● **The task**
Copy each entry below exactly as it appears.

──────── Data for processing ────────

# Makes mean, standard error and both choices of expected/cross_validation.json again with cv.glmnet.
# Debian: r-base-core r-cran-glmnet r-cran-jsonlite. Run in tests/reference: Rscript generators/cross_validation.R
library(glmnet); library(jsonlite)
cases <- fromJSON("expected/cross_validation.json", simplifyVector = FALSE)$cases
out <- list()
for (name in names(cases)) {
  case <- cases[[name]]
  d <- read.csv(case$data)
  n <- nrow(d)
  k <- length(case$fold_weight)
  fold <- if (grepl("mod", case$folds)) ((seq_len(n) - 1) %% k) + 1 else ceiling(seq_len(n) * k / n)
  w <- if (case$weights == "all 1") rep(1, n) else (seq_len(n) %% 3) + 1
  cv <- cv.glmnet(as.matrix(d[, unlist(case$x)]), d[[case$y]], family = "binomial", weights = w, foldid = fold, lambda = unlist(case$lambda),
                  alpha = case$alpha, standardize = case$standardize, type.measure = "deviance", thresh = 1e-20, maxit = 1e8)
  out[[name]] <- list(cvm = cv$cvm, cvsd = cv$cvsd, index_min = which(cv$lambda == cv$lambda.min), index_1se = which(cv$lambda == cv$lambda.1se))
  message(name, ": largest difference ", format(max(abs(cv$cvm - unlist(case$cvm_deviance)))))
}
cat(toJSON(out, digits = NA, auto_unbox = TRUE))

────────

● **Solution for this task**
# Makes mean, standard error and both choices of expected/cross_validation.json again with cv.glmnet.
# Debian: r-base-core r-cran-glmnet r-cran-jsonlite. Run in tests/reference: Rscript generators/cross_validation.R
library(glmnet); library(jsonlite)
cases <- fromJSON("expected/cross_validation.json", simplifyVector = FALSE)$cases
out <- list()
for (name in names(cases)) {
  case <- cases[[name]]
  d <- read.csv(case$data)
  n <- nrow(d)
  k <- length(case$fold_weight)
  fold <- if (grepl("mod", case$folds)) ((seq_len(n) - 1) %% k) + 1 else ceiling(seq_len(n) * k / n)
  w <- if (case$weights == "all 1") rep(1, n) else (seq_len(n) %% 3) + 1
  cv <- cv.glmnet(as.matrix(d[, unlist(case$x)]), d[[case$y]], family = "binomial", weights = w, foldid = fold, lambda = unlist(case$lambda),
                  alpha = case$alpha, standardize = case$standardize, type.measure = "deviance", thresh = 1e-20, maxit = 1e8)
  out[[name]] <- list(cvm = cv$cvm, cvsd = cv$cvsd, index_min = which(cv$lambda == cv$lambda.min), index_1se = which(cv$lambda == cv$lambda.1se))
  message(name, ": largest difference ", format(max(abs(cv$cvm - unlist(case$cvm_deviance)))))
}
cat(toJSON(out, digits = NA, auto_unbox = TRUE))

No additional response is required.